Does the Clean Water Act allow the Environmental Protection Agency to discipline permit-holders for violations of water quality standards without enumerating specific limits to which permit holders’ water discharges must conform?

This case asks the Supreme Court to determine if the Environmental Protection Agency (“EPA”) must impose specific limits in the permits it distributes under the Clean Water Act (“CWA”). The CWA empowers the EPA to issue National Pollutant Discharge Elimination System (“NPDES”) permits to cities and businesses that discharge waste. The City of San Francisco contends that the EPA can only establish limitations on effluent discharges under the permit, and that it lacks the authority to establish other generic requirements. The EPA counters that its authority reaches beyond effluent limitations and that it is permitted to enforce limitations on water receiving standards.

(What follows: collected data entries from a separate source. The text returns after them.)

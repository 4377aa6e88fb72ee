"""Wind models as frozen dataclasses: one declaration per parameter.

Each field declares, once, its key in the model file, its unit, its default
and its check (:func:`param`).  The model-file reader, the resolved-model
writer, ``windsolve check`` and sweeps all read these declarations.  Values
are stored as astropy Quantities in cgs units (plain floats for fractions
and flags); kernels get plain floats from :meth:`WindModel.kernel_arrays`.

Build a model from keywords (strings with units or Quantities)::

    >>> from windsolve import IsothermalWind
    >>> m = IsothermalWind(mass="50 Msun", radius="100 Rsun", luminosity="4e6 Lsun",
    ...                    sound_speed="20 km/s", base_density="1e-9 g/cm3")

and variants with :meth:`WindModel.replace`.
"""

import dataclasses
import math
import threading
from dataclasses import dataclass, field
from functools import cached_property
from pathlib import Path

import astropy.units as u
import numpy as np

from ._units import fast_cgs, format_quantity, plain, to_quantity
from .core import basics
from .core import diffusion as diff_kernels
from .core import isothermal as iso_kernels
from .core.constants import C_LIGHT, K_B, M_U, R_SUN, SIGMA_SB, G
from .errors import ModelError
from .opacity import Opacity, nearest
from .physics import check_composition

__all__ = ["WindModel", "IsothermalWind", "DiffusionWind", "Param", "param"]

REQUIRED = object()
RHO = u.g / u.cm**3  # unit objects made once: fast_cgs caches by identity
LUM = u.erg / u.s
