"""Flux-mean opacity laws kappa(rho, T) as compiled kernels (cgs).

All laws share one flat parameter vector ``O`` so that a wind kernel can take
any of them without recompiling (numba caches one specialisation):

=====  ==========================================================
slot   meaning
=====  ==========================================================
0      law code (``LAW_*`` below)
1      electron-scattering opacity kappa_es [cm2 g-1]
2..7   law parameters (see each law)
8      porosity length h0 at r = R0 [cm]; 0 switches porosity off
9      porosity reference radius R0 [cm]
10     porosity radial exponent q, h(r) = h0 (r / R0)**q
11..   tabulated law only: the table block (below); absent otherwise
=====  ==========================================================

The tabulated law (``LAW_TABLE``) keeps its edges in the parameter slots and
appends the table itself, so every law still travels in one float64 vector
and the wind kernels keep one numba signature:

==========================  =================================================
slot                        meaning
==========================  =================================================
2, 3                        log10 T of the first and last grid node
4, 5                        log10 R of the first and last grid node
6                           1.0: clamp to the table edge; 0.0: NaN outside
7                           1.0: the table has holes (ragged edges), 0.0: it
                            is rectangular (the strip block below is unused)
11                          nT, number of log10 T nodes (>= 4)
12                          nR, number of log10 R nodes (>= 4)
13, 14                      1 / spacing of the log10 T, log10 R nodes when
                            uniform (cell found by division), else 0.0
                            (found by bisection)
15 .. 15+nT-1               log10 T nodes, strictly increasing
15+nT .. 15+nT+nR-1         log10 R nodes, strictly increasing
15+nT+nR + 4 (i nR + j) +k  node (i, j): k = 0 log10 kappa, 1 its derivative
                            in log10 T, 2 in log10 R, 3 the cross derivative
S + 2 i, S + 2 i + 1        with S = 15+nT+nR+4 nT nR: the log10 R range
                            [lo_i, hi_i] of the valid cells of the cell row
                            i (log10 T between nodes i and i+1); a cell is
                            valid when none of its four nodes is a hole
==========================  =================================================

Tables with holes (published tables are not rectangular: values outside the
range of the computation are missing) keep NaN at the missing nodes.  The
valid cells of each row of cells form one run in log10 R (the user layer
checks or cuts to that), so "on the table" means: log10 T on the grid and
log10 R inside the strip of its cell row.  The interpolation therefore never
reads a cell that touches a missing node.
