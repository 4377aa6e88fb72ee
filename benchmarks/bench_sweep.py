"""Sweep throughput and memory: 1 vs 2 workers, overhead against a plain loop.

Run by hand from the repository root (windsolve installed)::

    python benchmarks/bench_sweep.py [N] [--baseline OLD_CHECKOUT [--worker-only]]

Builds a Model A grid sweep of N models (default 2000) around the demo model
(luminosity x porosity length), and measures in the same run:

* ``solve`` in a loop in this process (the baseline, no sweep machinery: the
  same row models, summary only, as the workers do);
* ``windsolve sweep`` with 1 and with 2 local workers (wall time including
  worker start-up, which is reported separately from a 1-model sweep);
* peak resident memory of a sweep process at 1,000 and 10,000 models;
* with ``--baseline OLD_CHECKOUT``: rows per second of a worker's job
  (``journal_batch`` over the sweep's rows) with this checkout against the
  windsolve of OLD_CHECKOUT, each in a fresh process, interleaved, best of
  REPEATS (``--worker-only``: only that).

Wall times are the shortest of REPEATS runs: on this two-core virtual
machine a single run varies by 10 % and more.  What two cores can give at
best is measured too: two independent processes solving the demo in a loop,
against one, doing exactly what a worker does (``run_batch`` on the sweep's
rows) without the pool and the journal.  Per-model costs are marginal costs -- the
difference between a sweep and one of half its size, divided by the
difference in models -- so that start-up and other fixed costs cancel.

Goals (sweep issue): speed-up >= 1.8x on 2 cores; per-model overhead <= 10 %
of a Model A solve; memory flat as the sweep grows.
"""

import math
import os
import resource
import subprocess
import sys
import tempfile
import time
from pathlib import Path

import windsolve
from windsolve.modelfile import model_from_dict
from windsolve.sweep import apply_changes, load_sweep

ROOT = Path(__file__).resolve().parent.parent
DEMO = ROOT / "configs" / "demo.toml"


def sweep_text(n_l, n_h):
    return f"""[sweep]
base = "{DEMO}"
design = "grid"
[[axis]]
key = "star.luminosity"
start = "2.5e6 Lsun"
stop = "8e6 Lsun"
num = {n_l}
spacing = "log"
[[axis]]
key = "porosity.length"
start = "1 Rsun"
stop = "100 Rsun"
num = {n_h}
spacing = "log"
"""


def diffusion_text(n):
    return f"""[sweep]
base = "{ROOT / 'configs' / 'bump_wind.toml'}"
design = "grid"
batch = 10
[[axis]]
key = "boundary.photosphere_temperature"
start = "3e4 K"
stop = "8e4 K"
num = {n}
spacing = "log"
"""


REPEATS = 4  # every wall time is the shortest of this many runs (noise only adds time)


def run_once(path, out, workers):
    Path(out).unlink(missing_ok=True)
    t0 = time.perf_counter()
    subprocess.run([sys.executable, "-m", "windsolve", "sweep", str(path), "-o", str(out),
                    "--workers", str(workers), "-q"], check=True)
    return time.perf_counter() - t0


def run_interleaved(runs):
    """Shortest wall time of each (path, out, workers) run, the runs taken in turn
    REPEATS times, so that a slow spell of the machine hits all of them alike."""
    best = [math.inf] * len(runs)
    for _ in range(REPEATS):
        for k, run in enumerate(runs):
            best[k] = min(best[k], run_once(*run))
    return best


def run_cli(path, out, workers):
    return run_interleaved([(path, out, workers)])[0]


def peak_rss_mb(path, out):
    """Peak RSS [MB] of a 2-worker sweep: main process and largest worker."""
    code = ("import resource, sys\n"
            "from windsolve import cli\n"
            f"cli.main(['sweep', {str(path)!r}, '-o', {str(out)!r}, '--workers', '2', '-q'])\n"
            "m = resource.getrusage(resource.RUSAGE_SELF).ru_maxrss / 1024\n"
            "c = resource.getrusage(resource.RUSAGE_CHILDREN).ru_maxrss / 1024\n"
            "print(m, c)\n")
    res = subprocess.run([sys.executable, "-c", code], check=True, capture_output=True,
                         text=True)
    main, child = res.stdout.split()
    return float(main), float(child)


SCALING_CODE = """
import sys, time
from windsolve.sweep import load_sweep, run_batch
sweep = load_sweep(sys.argv[1])
items = [(i, sweep.rows[i]) for i in range(len(sweep))]
run_batch(sweep.base, items[:50])
t0 = time.perf_counter(); n = 0
while time.perf_counter() - t0 < 5.0:
    k = n % len(items)
    run_batch(sweep.base, items[k:k + 50]); n += 50
print(n)
"""


def machine_scaling(path):
    """Rows per second of two independent processes doing a worker's job (run_batch on
    the sweep's rows, no pool, no journal) over one: what two cores give this work."""
    def run(k):
        procs = [subprocess.Popen([sys.executable, "-c", SCALING_CODE, str(path)],
                                  stdout=subprocess.PIPE, text=True) for _ in range(k)]
        return sum(int(p.communicate()[0]) for p in procs)
    return run(2) / run(1)


WORKER_CODE = """
import sys, time
from windsolve.sweep import journal_batch, load_sweep
sweep = load_sweep(sys.argv[1])
items = [(i, sweep.rows[i]) for i in range(len(sweep))]
batch = 200  # Model A's ModelSpec.sweep_batch
journal_batch(sweep.base, items[:batch], design="bench")  # kernels loaded, base parsed
best = float("inf")
for _ in range(int(sys.argv[2])):
    t0 = time.perf_counter()
    for k in range(0, len(items), batch):
        journal_batch(sweep.base, items[k:k + batch], design="bench")
    best = min(best, time.perf_counter() - t0)
import windsolve
print(windsolve.__file__, len(items) / best)
"""


def worker_rows_per_second(path, root, passes=3):
    """Rows per second of a worker's job (journal_batch over every row of the sweep,
    in batches of 200, best of ``passes``) with the windsolve of ``root`` (a checkout),
    in a fresh process."""
    # Run from the checkout's root: ``python -c`` puts the working directory first on
    # sys.path, before an editable install of another checkout.
    res = subprocess.run([sys.executable, "-c", WORKER_CODE, str(path), str(passes)],
                         check=True, capture_output=True, text=True, cwd=root)
    where, rate = res.stdout.split()[-2:]
    if not Path(where).resolve().is_relative_to(Path(root).resolve()):
        raise RuntimeError(f"the benchmark imported {where}, not the windsolve of {root}")
    return float(rate)


def compare_worker_path(baseline, n=2000, rounds=REPEATS):
    """Worker-path rows/s of this checkout against ``baseline`` (e.g. a worktree of
    main: ``git worktree add ../sweep-old 042755c``), interleaved, best of ``rounds``."""
    with tempfile.TemporaryDirectory() as tmp:
        path = Path(tmp) / "sweep.toml"
        path.write_text(sweep_text(max(1, n // 20), 20))
        new = old = 0.0
        for _ in range(rounds):
            old = max(old, worker_rows_per_second(path, baseline))
            new = max(new, worker_rows_per_second(path, ROOT))
    print(f"worker path (journal_batch, Model A demo grid of {n} rows, best of {rounds} "
          f"interleaved): {old:7.0f} rows/s at {baseline}, {new:7.0f} rows/s here: "
          f"{new / old:.2f}x   (goal >= 1.5x)")
    return old, new


def main():
    args = sys.argv[1:]
    baseline = None
    if "--baseline" in args:
        k = args.index("--baseline")
        baseline = args[k + 1]
        del args[k:k + 2]
        compare_worker_path(baseline)
        if "--worker-only" in args:
            return
        args = [a for a in args if a != "--worker-only"]
    n = int(args[0]) if args else 2000
    n_h = 20
    n_l = max(1, n // n_h)
    with tempfile.TemporaryDirectory() as tmp:
        tmp = Path(tmp)
        path = tmp / "sweep.toml"
        path.write_text(sweep_text(n_l, n_h))
        sweep = load_sweep(path)
        total = len(sweep)
        # Baseline: the same work in a loop in this process (kernels warm):
        # build each row's model from the base and solve it, summary only.
        base = model_from_dict(sweep.base)
        windsolve.solve(apply_changes(base, sweep.rows[0]), profile=False)
        def loop_once():
            t0 = time.perf_counter()
            for changes in sweep.rows:
                windsolve.solve(apply_changes(base, changes), profile=False)
            return time.perf_counter() - t0

        loop = min(loop_once() for _ in range(REPEATS))
        # Start-up (spawn the workers, import, load the kernels) measured for
        # each worker count: three processes share two cores while it lasts.
        one = tmp / "one.toml"
        one.write_text(sweep_text(1, 1))
        two = tmp / "two.toml"
        two.write_text(sweep_text(1, 2).replace('design = "grid"', 'design = "grid"\nbatch = 1'))
        # Fixed costs (start-up, first kernel loads, the final file) cancel in
        # the difference between a sweep and one of half its size.
        half = tmp / "half.toml"
        half.write_text(sweep_text(max(1, n_l // 2), n_h))
        n_half = len(load_sweep(half))
        startup, startup2, t1, t2, h1, h2 = run_interleaved([
            (one, tmp / "one.h5", 1), (two, tmp / "two.h5", 2), (path, tmp / "w1.h5", 1),
            (path, tmp / "w2.h5", 2), (half, tmp / "h1.h5", 1), (half, tmp / "h2.h5", 2)])
        loop = min([loop, *(loop_once() for _ in range(REPEATS))])  # before and after
        per_model = loop / total
        slope1 = (t1 - h1) / (total - n_half)
        slope2 = (t2 - h2) / (total - n_half)
        print(f"{total} Model A models (demo grid: luminosity x porosity length)")
        print(f"  loop of windsolve.solve in one process: {loop:7.2f} s "
              f"({1e3 * per_model:.3f} ms per model, {total / loop:7.1f} models/s)")
        print(f"  sweep, 1 worker:  {t1:7.2f} s  ({total / t1:7.1f} models/s)")
        print(f"  sweep, 2 workers: {t2:7.2f} s  ({total / t2:7.1f} models/s)")
        print(f"  start-up (spawn workers, load kernels): {startup:.2f} s with 1 worker, "
              f"{startup2:.2f} s with 2")
        speedup = slope1 / slope2
        overhead = (slope1 - per_model) / per_model
        print(f"  marginal cost per model ({total} vs {n_half} models): {1e3 * slope1:.3f} ms "
              f"with 1 worker, {1e3 * slope2:.3f} ms with 2")
        print(f"  speed-up 2 vs 1 worker (marginal): {speedup:.2f}x   (goal >= 1.8x; raw "
              f"{t1 / t2:.2f}x, start-up subtracted "
              f"{(t1 - startup) / (t2 - startup2):.2f}x)")
        print(f"  two independent processes doing the workers' job (run_batch, no sweep "
              f"machinery): {machine_scaling(path):.2f}x one -- what 2 cores give this work here")
        print(f"  per-model overhead of the sweep machinery, 1 worker (marginal): "
              f"{100 * overhead:+.1f} % of a solve   (goal <= 10 %)")
        # Model B: photosphere-anchored optically thick winds.
        pb = tmp / "diffusion.toml"
        pb.write_text(diffusion_text(200))
        sweep_b = load_sweep(pb)
        base_b = model_from_dict(sweep_b.base)
        windsolve.solve(apply_changes(base_b, sweep_b.rows[0]), profile=False)
        t0 = time.perf_counter()
        for changes in sweep_b.rows:
            windsolve.solve(apply_changes(base_b, changes), profile=False)
        loop_b = time.perf_counter() - t0
        b1 = run_cli(pb, tmp / "b1.h5", 1)
        b2 = run_cli(pb, tmp / "b2.h5", 2)
        print(f"200 Model B models (bump wind, T_eff 3e4..8e4 K): loop {loop_b:.2f} s "
              f"({1e3 * loop_b / 200:.1f} ms each); sweep 1 worker {b1:.2f} s, 2 workers "
              f"{b2:.2f} s; speed-up (start-up removed) "
              f"{(b1 - startup) / (b2 - startup2):.2f}x")
        for n_mem in (1000, 10000):
            p = tmp / f"mem{n_mem}.toml"
            p.write_text(sweep_text(n_mem // n_h, n_h))
            main_mb, child_mb = peak_rss_mb(p, tmp / f"mem{n_mem}.h5")
            print(f"  peak RSS at {n_mem:5d} models: main process {main_mb:6.1f} MB, "
                  f"largest worker {child_mb:6.1f} MB")
    rss = resource.getrusage(resource.RUSAGE_SELF).ru_maxrss / 1024
    print(f"(machine: {os.cpu_count()} cores; this process peak RSS {rss:.0f} MB)")


if __name__ == "__main__":
    main()
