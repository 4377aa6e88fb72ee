"""Model A's inward leg with the one-equation DOP853 driver and with the array driver.

Run by hand from the repository root::

    PYTHONPATH=. python benchmarks/bench_dop853_drivers.py

The same right-hand side and monitor (``models.isothermal.kernels.rhs_radius``,
``monitor_inward``) wrapped for ``make_integrator`` (state as a 1-element
array), integrated from the converged critical point of each config down to
R0.  Prints the evaluation counts (equal), whether the end states agree bit
for bit, and the best-of-5 time per leg of each driver: the reason
``make_scalar_integrator`` exists.
"""

import functools
import math
import time

import numpy as np
from numba import njit

import windsolve
from windsolve.core.integrate import make_integrator
from windsolve.models.isothermal import kernels as K


@njit(error_model="numpy")
def rhs_array(x, y, P, O, dydx):
    dydx[0] = K.rhs_radius(x, y[0], P, O)


@njit(error_model="numpy")
def monitor_array(x, y, P, O):
    return K.monitor_inward(x, y[0], P, O)


integrate_array = make_integrator(rhs_array, monitor_array)


def best_us(fn, n=2000, repeat=5):
    times = []
    for _ in range(repeat):
        t0 = time.perf_counter()
        for _ in range(n):
            fn()
        times.append((time.perf_counter() - t0) / n)
    return 1e6 * min(times)


def main():
    delta = 1e-6
    for name in ("demo", "porous_tiring", "parker_reference"):
        model = windsolve.load_model(f"configs/{name}.toml")
        P, O = model.kernel_arrays
        ln_mdot = K.solve(P, O, model.rtol, delta)[1]
        Q = P.copy()
        K.fill_mass_loss_rate(Q, P, ln_mdot)
        code, rc, slope = K.innermost_saddle(Q, O)
        y0 = math.log(math.sqrt(Q[K.I_A2]) - slope * delta * rc)
        head = (rc * (1.0 - delta), y0, Q[K.I_R0], Q, O, 0.0, model.rtol,
                K.FIRST_STEP * delta * rc, np.inf)
        y0a = np.array([y0])
        none, none2 = np.empty(0), np.empty((0, 1))

        scalar = functools.partial(K.integrate_inward, *head, none, none, 0.0)
        array = functools.partial(integrate_array, head[0], y0a, *head[2:], none, none2, 0.0)

        s, a = scalar(), array()
        t_s, t_a = best_us(scalar), best_us(array)
        print(f"{name:17s} nfev {s[4]} / {a[4]}, end state bit for bit: {s[2] == a[2][0]}; "
              f"scalar {t_s:.2f} us, array {t_a:.2f} us per leg: array/scalar {t_a / t_s:.2f}")


if __name__ == "__main__":
    main()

The outcome of this case has profound implications on businesses’ ability to avoid legal liability, as well as the interests of local communities.

Questions as Framed for the Court by the Parties

Whether the Clean Water Act allows EPA (or an authorized state) to impose generic prohibitions in NPDES permits that subject permitholders to enforcement for exceedances of water quality standards without identifying specific limits to which their discharges must conform.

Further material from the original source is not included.